Zerstückelungs-Phantasmagorien, Kastrationsängste und andere Elemente lassen
überdies einen frühen Ansatz in eine Richtung erkennen, die Klaus Theweleit mit
seinen Männerphantasien 1977 aus den Romanen der Freikorpssoldaten
herauslesen wird.[5]
VIII. »Wir sind als Volk schon tot.«
Wesentlich ist hier das Ergebnis, dass es bei den Deutschen keine wirkliche
Emotionalität gegenüber den Untaten an den Juden und den anderen wehrlosen
Opfern gibt. Jeder der TeilnehmerInnen kannte einige Juden persönlich, aber von
den Ereignissen im KZ hatte man angeblich „nur gehört“. Was man stattdessen
anscheinend wusste, war „daß man bei dem Bombardement mit den eigenen Kindern
über den Asphalt sich retten musste, der brannte.“ (S. 173) Alles andere – wie
die Erschießung von jüdischen Frauen mit Kindern auf dem Arm durch deutsche
Soldaten – waren Behauptungen, die man sich nur vorstellen mochte, wenn
diese Jüdinnen zuvor einen Deutschen hatten umbringen wollen.
IX. »Am
jüngsten Tag ist’s nur ein Furz.«
Dieser Schatz im Archiv des Instituts für Sozialforschung, wie das
Gruppenexperiment, ist nicht nur historisch kaum bekannt, sondern die
Verdrängung dieser Zusammenhänge einer deutschen Schuld geht bis heute
weitgehend unbearbeitet in der Öffentlichkeit weiter. Ihr gegenüber gilt, was
Adorno einmal gesagt hat: dass die jüngste Vergangenheit wie durch Katastrophen
vernichtet erscheint. Damals wie heute soll Schluss sein damit. Haselbergs kluge
und luzide Interpretation lüftet das Tuch, das über die schwelende Wunde des
Nationalismus gebreitet ist und erschließt hier einen weiteren Zusammenhang.

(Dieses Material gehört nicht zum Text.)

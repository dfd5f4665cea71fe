"""Condensation level against published values and other formulas."""

import numpy as np
import pytest

from orolift.air.condensation import (
    _level,
    _Substances,
    condensation_point,
    condensation_temperature_bolton_1980,
    lifting_condensation_level,
    lifting_deposition_level,
)
from orolift.air.parcel import Parcel, moved_to
from orolift.air.saturation import saturation_mixing_ratio, saturation_vapour_pressure_over_liquid
from orolift.constants import EPSILON
from orolift.errors import OutOfRangeError

# Constants of Romps (2017), J. Atmos. Sci. 74, 3891-3900, as in the author's published code.
R_DRY, R_VAPOUR, TRIPLE = 287.04, 461.0, 273.16
VAPORISATION, FUSION = 2.3740e6, 0.3337e6
ROMPS = {"gravity": 9.81, "r_dry": R_DRY, "r_vapour": R_VAPOUR, "cp_dry": 719 + R_DRY, "cp_vapour": 1418 + R_VAPOUR}
ROMPS |= {"triple_temperature": TRIPLE, "triple_pressure": 611.65}
ROMPS_LIQUID = _Substances(c_condensate=4119.0, latent_heat_triple=VAPORISATION + R_VAPOUR * TRIPLE, **ROMPS)
ROMPS_ICE = _Substances(c_condensate=1861.0, latent_heat_triple=VAPORISATION + FUSION + R_VAPOUR * TRIPLE, **ROMPS)


def romps_pressure(temperature, ice):
    """Saturation pressure of Romps (2017), eq. 4 and 5, written out here once more."""
    c, energy = (1861.0, VAPORISATION + FUSION) if ice else (4119.0, VAPORISATION)
    free = (energy - (1418.0 - c) * TRIPLE) / R_VAPOUR
    power = (temperature / TRIPLE) ** ((1418.0 + R_VAPOUR - c) / R_VAPOUR)
    return 611.65 * power * np.exp(free * (1 / TRIPLE - 1 / temperature))


# temperature [K], humidity over ice?, condensation and deposition level [m]: check values of the author's 2017 release
ROMPS_VALUES = [
    pytest.param(300.0, False, 1433.844139279, 1639.249726127, id="300 K, 50 % over liquid, Romps 2017"),
    pytest.param(300.0, True, 923.2222457185, 1217.336637217, id="300 K, 50 % over ice, Romps 2017"),
    pytest.param(200.0, False, 542.8017712435, -8.609834216556, id="200 K, 50 % over liquid, Romps 2017"),
]


@pytest.mark.parametrize(("temperature", "over_ice", "condensation", "deposition"), ROMPS_VALUES)
def test_levels_are_those_of_the_paper(temperature, over_ice, condensation, deposition):
    """With the paper's constants the printed digits come out: 1e-9, and 1e-8 for the small difference -8.6 m."""
    e = 0.5 * romps_pressure(temperature, over_ice)
    state = (np.array(1e5), np.array(temperature), np.array(R_DRY / R_VAPOUR * e / (1e5 - e)))
    np.testing.assert_allclose(_level(*state, ROMPS_LIQUID).height_above, condensation, rtol=1e-9)
    np.testing.assert_allclose(_level(*state, ROMPS_ICE).height_above, deposition, rtol=1e-9, atol=1e-8)


@pytest.mark.parametrize(("temperature", "condensation"), [(300.0, 1433.844), (200.0, 542.80)])
def test_own_constants_change_little(temperature, condensation):
    """Half a per cent or 10 m: what exchanging one published set of constants for another is worth."""
    e = 0.5 * romps_pressure(temperature, ice=False)
    level = lifting_condensation_level(1e5, temperature, EPSILON * e / (1e5 - e))
    np.testing.assert_allclose(level.height_above, condensation, atol=10.0)


# temperature, dew point [C], pressure [hPa]; condensation level: temperature [C] and pressure [hPa] with Romps' constants
LEVELS = [
    (20.0, 10.0, 1000.0, 7.791, 861.23),
    (25.0, 10.0, 1000.0, 6.730, 800.86),
    (30.0, 20.0, 1000.0, 17.663, 864.00),
    (25.0, 20.0, 1000.0, 18.815, 928.91),
    (18.0, -1.0, 1000.0, -4.851, 750.71),
    (10.0, 5.0, 900.0, 3.911, 833.88),
    (20.0, -10.0, 1000.0, -15.611, 634.99),
]


def bolton(temperature, dew_point, e):
    """Bolton (1980), Mon. Weather Rev. 108, 1046-1053, eq. 15, 21 and 22; kelvin and hPa."""
    humidity = 100.0 * e / (saturation_vapour_pressure_over_liquid(temperature) / 100.0)
    by_dew_point = 1.0 / (1.0 / (dew_point - 56.0) + np.log(temperature / dew_point) / 800.0) + 56.0
    by_pressure = 2840.0 / (3.5 * np.log(temperature) - np.log(e) - 4.805) + 55.0
    by_humidity = 1.0 / (1.0 / (temperature - 55.0) - np.log(humidity / 100.0) / 2840.0) + 55.0
    return by_dew_point, by_pressure, by_humidity


@pytest.mark.parametrize(("celsius", "dew_point", "hectopascal", "level_c", "level_hpa"), LEVELS)
def test_level_agrees_with_bolton_and_romps(celsius, dew_point, hectopascal, level_c, level_hpa):
    """Bolton's eq. 15 and 21 within 0.05 K, eq. 22 within 0.1 K as stated there; Romps within 0.05 K and 0.6 hPa."""
    t, td, p = celsius + 273.15, dew_point + 273.15, hectopascal * 100.0
    level = lifting_condensation_level(p, t, saturation_mixing_ratio(p, td, freezing=False))
    e = float(saturation_vapour_pressure_over_liquid(td)) / 100.0
    for fit, error in zip(bolton(t, td, e), (0.05, 0.05, 0.1), strict=True):
        np.testing.assert_allclose(level.temperature, fit, atol=error)
    np.testing.assert_allclose(condensation_temperature_bolton_1980(t, e * 100.0), bolton(t, td, e)[1], rtol=1e-12)
    np.testing.assert_allclose(level.temperature - 273.15, level_c, atol=0.05)
    np.testing.assert_allclose(level.pressure / 100.0, level_hpa, atol=0.6)


def test_bolton_fit_prints_its_own_number():
    """T 20 C, Td 10 C: 7.783 C, from the printed equation with e = 12.272 hPa of Bolton's eq. 10."""
    np.testing.assert_allclose(condensation_temperature_bolton_1980(293.15, 1227.2) - 273.15, 7.783, atol=1e-3)


@pytest.mark.parametrize(("spread", "metres"), [(5.0, 625.0), (10.0, 1250.0), (15.0, 1875.0)])
def test_level_is_125_metres_per_kelvin(spread, metres):
    """The rule of 9.8 - 1.8 K per km (Glossary of Meteorology, "Dewpoint formula") to 4 %."""
    level = lifting_condensation_level(1e5, 298.15, saturation_mixing_ratio(1e5, 298.15 - spread))
    np.testing.assert_allclose(level.height_above, metres, rtol=0.04)


@pytest.mark.parametrize("humidity", [0.6, 0.7, 0.8, 0.9])
def test_level_follows_lawrence(humidity):
    """Lawrence (2005), Bull. Am. Meteorol. Soc. 86, 225-233: (20 + t/5)(100 - RH) m above 50 %, to 10 %."""
    r = EPSILON * (e := humidity * saturation_vapour_pressure_over_liquid(293.15)) / (1e5 - e)
    level = lifting_condensation_level(1e5, 293.15, r)
    np.testing.assert_allclose(level.height_above, 24.0 * 100.0 * (1.0 - humidity), rtol=0.1)


def unsaturated(freezing):
    """Many parcels short of saturation, from 245 to 310 K."""
    random = np.random.default_rng(11)
    p, t = random.uniform(6e4, 1.05e5, 400), random.uniform(245.0, 310.0, 400)
    v = random.uniform(0.05, 0.999, 400) * saturation_mixing_ratio(p, t, freezing=freezing)
    return Parcel(p, t, v, np.zeros(400))


def test_closed_form_is_where_the_march_first_saturates():
    """Two ways to one point: Lambert's function, and Newton's method on the parcel; to rounding."""
    parcel = unsaturated(freezing=False)
    level = lifting_condensation_level(parcel.pressure, parcel.temperature, parcel.vapour)
    point = condensation_point(parcel, freezing=False)
    np.testing.assert_allclose(point.temperature, level.temperature, rtol=2e-13)
    np.testing.assert_allclose(point.pressure, level.pressure, rtol=1e-12)


@pytest.mark.parametrize("freezing", [True, False])
def test_parcel_has_cloud_just_above_the_point_and_none_just_below(freezing):
    """The march itself: a millionth of the pressure to either side."""
    parcel = unsaturated(freezing)
    p = condensation_point(parcel, freezing=freezing).pressure
    above, below = (moved_to(parcel, p * f, freezing=freezing) for f in (1.0 - 1e-6, 1.0 + 1e-6))
    assert np.all(above.cloud > 0.0)
    np.testing.assert_array_equal(below.cloud, 0.0)


def test_mixed_cloud_forms_lower_than_liquid_and_higher_than_ice():
    """Between the two closed forms where the level is below 0 C, on the liquid one above."""
    parcel = unsaturated(freezing=True)
    state = (parcel.pressure, parcel.temperature, parcel.vapour)
    liquid, ice = lifting_condensation_level(*state), lifting_deposition_level(*state)
    mixed = condensation_point(parcel)
    cold = liquid.temperature < 273.0
    assert np.all(mixed.pressure[cold] >= liquid.pressure[cold])
    assert np.all(mixed.pressure[cold] <= ice.pressure[cold] * (1 + 1e-12))
    warm = liquid.temperature > 273.16
    np.testing.assert_allclose(mixed.pressure[warm], liquid.pressure[warm], rtol=1e-12)


def test_saturated_parcels_stay_where_they_are():
    """Cloud, and vapour beyond saturation, are at their condensation point."""
    parcel = Parcel(np.array([9e4, 9e4]), np.array([280.0, 280.0]), np.array([0.0069, 0.02]), np.array([1e-3, 0.0]))
    np.testing.assert_array_equal(condensation_point(parcel).pressure, [9e4, 9e4])
    assert lifting_condensation_level(9e4, 280.0, 0.02).height_above < 0.0


def test_dry_air_is_refused():
    """Air without vapour condenses nowhere."""
    with pytest.raises(OutOfRangeError, match=r"mixing_ratio: 1 of 1 values lie outside 1e-09 to 0\.2"):
        lifting_condensation_level(9e4, 280.0, 0.0)
    with pytest.raises(OutOfRangeError, match=r"parcel\.vapour: 1 of 1 values"):
        condensation_point(Parcel(np.array(9e4), np.array(280.0), np.array(0.0), np.array(0.0)))
    with pytest.raises(OutOfRangeError, match="temperature: 1 of 1 values lie outside 233 to 323 K"):
        condensation_temperature_bolton_1980(20.0, 1000.0)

Beispielsweise, wenn Alexander Gauland von der Nazizeit als „Vogelschiss der
Geschichte“ spricht. Das ist nicht weit entfernt von der von Haselberg
gedeuteten Aussagen der Probanden, wonach die Juden „in den Schornstein gejagt“
gehörten und zu einem „Gasfurz“ würden. (S. 141) Von stinkenden Rauchwölkchen
bis zum stinkenden Vogelschiss ist es nicht weit. Gauland, Weigel, Storch und
Höcke, aber auch die KabarettistInnen Dieter Nuhr und Lisa Eckhart reden über
weite Strecken so eine Originalsprache wie die Probanden der Fünfzigerjahre. Sie
und andere bekommen ihre Foren im deutschen Fernsehen! Sie setzen darauf, dass
solches Sprechen schon damals offiziell nicht verstanden wurde; ihre Anhänger
aber verstehen sie genauso und wollen auch so sprechen: Worüber man nicht reden
kann, darüber kann man lachen, lehrte schon Arnold Hau. Mit Haselberg kann man
lernen: So stumm wie die Schweiger und so stur wie die Vielredner auch sind –
ein Juden- oder ein Ausländerwitz geht auch 2021 immer! Das sich AfDler gegen
die Samenverschwendung bei deutschen Männern aussprechen, zugleich im Bundestag
bei Rednerinnen, insbesondere solchen mit Migrationshintergrund, regelmäßig in
Getrampel und Geheul ausbrechen, gehört zusammen. So wie sie eine gendergerechte
Sprache oder eine Frauenquote generell ablehnen, weil sie finden, dass Frauen
sich mehr anstrengen sollten („Dann könnte man ja auch gleich eine für Migranten
und Behinderte fordern.“). Tatsächlich hat sich in der Aufarbeitung dieses
metaphorischen Vokabulars, das durchaus wörtlich gemeint ist, zwischen 1950 und
2021 anscheinend nicht viel getan. „Der Schoß ist fruchtbar noch, aus dem dies
kroch“, heißt es in einer misogynen Allegorie in Brechts
Kriegsfibel. So kann die Studie Haselbergs den Leserinnen und Lesern, so sie denn bereit sind zu lesen, sehr nahegehen. Dem Rezensenten jedenfalls kommt sie ein wenig so vor wie in einem Cartoon von Rattelschneck: Es ist wie die Zeitlupen-Wiederholung des bösen Verwandtenbesuchs vom Wochenende. [1] Gruppenexperiment. Ein Studienbericht. Bearbeitet von Friedrich Pollock, Frankfurt am Main: Europäische Verlagsanstalt 1955 (Frankfurter Beiträge zur Soziologie. Im Auftrag des Instituts für Sozialforschung hrsg. von Theodor W. Adorno und Walter Dirks. Bd. 2.) [2] Theodor W. Adorno, „Schuld und Abwehr. Eine qualitative Analyse zum Gruppenexperiment“, in: Gruppenexperiment, S. 278 – 478; auch GS 9.2, S. 121 – 324. [3] Die Kontinuität der gleichgeschalteten NS-Psychologie, insbesondere des Göring-Instituts und der „germanisiert Psychoanalyse“ mit ihren Protagonisten Carl Gustav Jung, Harald Schultz-Hencke oder Carl Müller-Braunschweig sparten beide bis auf wenige Ausnahmen auch später weitgehend aus.
[4] „[…]
Die Tat könnte als antisemitisch bezeichnet werden. Woher dieser Wahn
stamme, habe das Gericht nicht klären können.“ (FAZ, 27. 2. 2021)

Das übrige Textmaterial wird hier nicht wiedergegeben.